* _How to complete this task_
Your output should consist of every record, copied exactly.

[Opening Recorded data section]

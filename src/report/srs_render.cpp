// The safety requirements specification written out: a self-contained HTML page or Markdown.
#include "sifter/report/html_deliverable.hpp"
#include "sifter/report/html_style.hpp"
#include "sifter/report/markdown.hpp"
#include "sifter/report/srs.hpp"
#include "sifter/report/svg.hpp"

namespace sifter::report {
namespace {

std::string esc(const std::string& text) { return escape_html(text); }

std::string title_of(const ProjectResult& r) { return r.title.empty() ? r.file : r.title; }

std::string srs_anchor(std::size_t i) { return "srs-" + std::to_string(i + 1); }

std::string blocks_html(const std::vector<SrsBlock>& blocks) {
  std::string out;
  for (const auto& b : blocks) {
    switch (b.kind) {
      case SrsBlock::Kind::kHeading:
        out += "<h3>" + esc(b.text) + "</h3>\n";
        break;
      case SrsBlock::Kind::kParagraph:
        out += "<p>" + esc(b.text) + "</p>\n";
        break;
      case SrsBlock::Kind::kTable:
        out += html_table(b.table);
        break;
      case SrsBlock::Kind::kList:
      case SrsBlock::Kind::kOpenItems:
        out += b.kind == SrsBlock::Kind::kOpenItems ? "<ul class=\"open-items\">\n" : "<ul>\n";
        for (const auto& i : b.items) out += "<li>" + esc(i) + "</li>\n";
        out += "</ul>\n";
        break;
    }
  }
  return out;
}

std::string blocks_markdown(const std::vector<SrsBlock>& blocks) {
  std::string out;
  for (const auto& b : blocks) {
    switch (b.kind) {
      case SrsBlock::Kind::kHeading:
        out += "### " + escape_markdown(b.text) + "\n\n";
        break;
      case SrsBlock::Kind::kParagraph:
        out += escape_markdown(b.text) + "\n\n";
        break;
      case SrsBlock::Kind::kTable:
        out += markdown_table(b.table);
        break;
      case SrsBlock::Kind::kList:
      case SrsBlock::Kind::kOpenItems:
        for (const auto& i : b.items)
          out += std::string(b.kind == SrsBlock::Kind::kOpenItems ? "- [ ] " : "- ") + escape_markdown(i) + "\n";
        out += "\n";
        break;
    }
  }
  return out;
}

}  // namespace

std::string render_srs_html(const ProjectResult& r, const DeliverableData& d, const SrsOptions& o) {
  std::string out = "<!DOCTYPE html>\n<html lang=\"en\">\n<head>\n<meta charset=\"utf-8\">\n";
  out += "<meta name=\"viewport\" content=\"width=device-width, initial-scale=1\">\n";
  out += "<title>" + esc(title_of(r)) + ": safety requirements specification</title>\n";
  out += "<style>" + std::string(html_style()) + deliverable_css() +
         print_footer_css(d, "Safety requirements specification") + "</style>\n</head>\n<body>\n";
  out += "<header>\n<p class=\"kind\">Safety requirements specification of the safety instrumented functions</p>\n";
  out += "<h1>" + esc(title_of(r)) + "</h1>\n<dl class=\"meta\">\n";
  out += "<dt>date of the run</dt><dd>" + esc(o.date) + "</dd>\n";
  out += "<dt>input file</dt><dd>" + esc(r.file) + "</dd>\n";
  out += "<dt>SHA-256 of the input</dt><dd class=\"mono\">" + esc(r.sha256) + "</dd>\n";
  out += "<dt>tool</dt><dd>sifter " + esc(o.tool_version) + "</dd>\n</dl>\n";
  out += document_control_html(d) + "</header>\n";
  out += "<aside class=\"caution\"><strong>Caution</strong><p>" + esc(kCaution) + "</p></aside>\n";
  out += "<nav class=\"contents\"><h3>Contents</h3><ol>\n";
  for (auto i : o.sifs) out += "<li><a href=\"#" + srs_anchor(i) + "\">" + esc(r.sifs[i].id) + "</a></li>\n";
  out += "</ol></nav>\n";
  const ComponentRows rows(d.components);
  for (auto i : o.sifs) {
    const SifResult& s = r.sifs[i];
    out += "<section class=\"sif\" id=\"" + srs_anchor(i) + "\">\n<h2>" + esc(s.id) +
           (s.title.empty() ? "" : ": " + esc(s.title)) + "</h2>\n";
    out += blocks_html(srs_sif_blocks(r, d, rows, i)) + "</section>\n";
  }
  out += "<footer>Written by sifter " + esc(o.tool_version) + " on " + esc(o.date) + " from " + esc(r.file) + ". " +
         esc(kCaution) + "</footer>\n</body>\n</html>\n";
  return out;
}

std::string render_srs_markdown(const ProjectResult& r, const DeliverableData& d, const SrsOptions& o) {
  std::string out = "# " + escape_markdown(title_of(r)) +
                    "\n\nSafety requirements specification of the safety "
                    "instrumented functions\n\n";
  out += "- date of the run: " + escape_markdown(o.date) + "\n- input file: " + escape_markdown(r.file) +
         "\n- SHA-256 of the input: `" + r.sha256 + "`\n- tool: sifter " + escape_markdown(o.tool_version) + "\n\n";
  if (d.document) {
    out += "Document " + escape_markdown(d.document->number) + ", revision " + escape_markdown(d.document->revision) +
           (d.document->date.empty() ? "" : ", " + escape_markdown(d.document->date)) + "\n\n";
    out += markdown_table(signature_table(*d.document));
    if (!d.document->history.empty()) out += markdown_table(revision_table(*d.document));
  } else {
    out += "*No document control stated.*\n\n";
  }
  out += "> **Caution.** " + escape_markdown(kCaution) + "\n\n";
  const ComponentRows rows(d.components);
  for (auto i : o.sifs) {
    const SifResult& s = r.sifs[i];
    out += "## " + escape_markdown(s.id) + (s.title.empty() ? "" : ": " + escape_markdown(s.title)) + "\n\n";
    out += blocks_markdown(srs_sif_blocks(r, d, rows, i));
  }
  return out;
}

}  // namespace sifter::report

[Closing Recorded data section]

* _Answer section_
filename src/report/srs_render.cpp
// The safety requirements specification written out: a self-contained HTML page or Markdown.
#include "sifter/report/html_deliverable.hpp"
#include "sifter/report/html_style.hpp"
#include "sifter/report/markdown.hpp"
#include "sifter/report/srs.hpp"
#include "sifter/report/svg.hpp"

namespace sifter::report {
namespace {

std::string esc(const std::string& text) { return escape_html(text); }

std::string title_of(const ProjectResult& r) { return r.title.empty() ? r.file : r.title; }

std::string srs_anchor(std::size_t i) { return "srs-" + std::to_string(i + 1); }

std::string blocks_html(const std::vector<SrsBlock>& blocks) {
  std::string out;
  for (const auto& b : blocks) {
    switch (b.kind) {
      case SrsBlock::Kind::kHeading:
        out += "<h3>" + esc(b.text) + "</h3>\n";
        break;
      case SrsBlock::Kind::kParagraph:
        out += "<p>" + esc(b.text) + "</p>\n";
        break;
      case SrsBlock::Kind::kTable:
        out += html_table(b.table);
        break;
      case SrsBlock::Kind::kList:
      case SrsBlock::Kind::kOpenItems:
        out += b.kind == SrsBlock::Kind::kOpenItems ? "<ul class=\"open-items\">\n" : "<ul>\n";
        for (const auto& i : b.items) out += "<li>" + esc(i) + "</li>\n";
        out += "</ul>\n";
        break;
    }
  }
  return out;
}

std::string blocks_markdown(const std::vector<SrsBlock>& blocks) {
  std::string out;
  for (const auto& b : blocks) {
    switch (b.kind) {
      case SrsBlock::Kind::kHeading:
        out += "### " + escape_markdown(b.text) + "\n\n";
        break;
      case SrsBlock::Kind::kParagraph:
        out += escape_markdown(b.text) + "\n\n";
        break;
      case SrsBlock::Kind::kTable:
        out += markdown_table(b.table);
        break;
      case SrsBlock::Kind::kList:
      case SrsBlock::Kind::kOpenItems:
        for (const auto& i : b.items)
          out += std::string(b.kind == SrsBlock::Kind::kOpenItems ? "- [ ] " : "- ") + escape_markdown(i) + "\n";
        out += "\n";
        break;
    }
  }
  return out;
}

}  // namespace

std::string render_srs_html(const ProjectResult& r, const DeliverableData& d, const SrsOptions& o) {
  std::string out = "<!DOCTYPE html>\n<html lang=\"en\">\n<head>\n<meta charset=\"utf-8\">\n";
  out += "<meta name=\"viewport\" content=\"width=device-width, initial-scale=1\">\n";
  out += "<title>" + esc(title_of(r)) + ": safety requirements specification</title>\n";
  out += "<style>" + std::string(html_style()) + deliverable_css() +
         print_footer_css(d, "Safety requirements specification") + "</style>\n</head>\n<body>\n";
  out += "<header>\n<p class=\"kind\">Safety requirements specification of the safety instrumented functions</p>\n";
  out += "<h1>" + esc(title_of(r)) + "</h1>\n<dl class=\"meta\">\n";
  out += "<dt>date of the run</dt><dd>" + esc(o.date) + "</dd>\n";
  out += "<dt>input file</dt><dd>" + esc(r.file) + "</dd>\n";
  out += "<dt>SHA-256 of the input</dt><dd class=\"mono\">" + esc(r.sha256) + "</dd>\n";
  out += "<dt>tool</dt><dd>sifter " + esc(o.tool_version) + "</dd>\n</dl>\n";
  out += document_control_html(d) + "</header>\n";
  out += "<aside class=\"caution\"><strong>Caution</strong><p>" + esc(kCaution) + "</p></aside>\n";
  out += "<nav class=\"contents\"><h3>Contents</h3><ol>\n";
  for (auto i : o.sifs) out += "<li><a href=\"#" + srs_anchor(i) + "\">" + esc(r.sifs[i].id) + "</a></li>\n";
  out += "</ol></nav>\n";
  const ComponentRows rows(d.components);
  for (auto i : o.sifs) {
    const SifResult& s = r.sifs[i];
    out += "<section class=\"sif\" id=\"" + srs_anchor(i) + "\">\n<h2>" + esc(s.id) +
           (s.title.empty() ? "" : ": " + esc(s.title)) + "</h2>\n";
    out += blocks_html(srs_sif_blocks(r, d, rows, i)) + "</section>\n";
  }
  out += "<footer>Written by sifter " + esc(o.tool_version) + " on " + esc(o.date) + " from " + esc(r.file) + ". " +
         esc(kCaution) + "</footer>\n</body>\n</html>\n";
  return out;
}

std::string render_srs_markdown(const ProjectResult& r, const DeliverableData& d, const SrsOptions& o) {
  std::string out = "# " + escape_markdown(title_of(r)) +
                    "\n\nSafety requirements specification of the safety "
                    "instrumented functions\n\n";
  out += "- date of the run: " + escape_markdown(o.date) + "\n- input file: " + escape_markdown(r.file) +
         "\n- SHA-256 of the input: `" + r.sha256 + "`\n- tool: sifter " + escape_markdown(o.tool_version) + "\n\n";
  if (d.document) {
    out += "Document " + escape_markdown(d.document->number) + ", revision " + escape_markdown(d.document->revision) +
           (d.document->date.empty() ? "" : ", " + escape_markdown(d.document->date)) + "\n\n";
    out += markdown_table(signature_table(*d.document));
    if (!d.document->history.empty()) out += markdown_table(revision_table(*d.document));
  } else {
    out += "*No document control stated.*\n\n";
  }
  out += "> **Caution.** " + escape_markdown(kCaution) + "\n\n";
  const ComponentRows rows(d.components);
  for (auto i : o.sifs) {
    const SifResult& s = r.sifs[i];
    out += "## " + escape_markdown(s.id) + (s.title.empty() ? "" : ": " + escape_markdown(s.title)) + "\n\n";
    out += blocks_markdown(srs_sif_blocks(r, d, rows, i));
  }
  return out;
}

}  // namespace sifter::report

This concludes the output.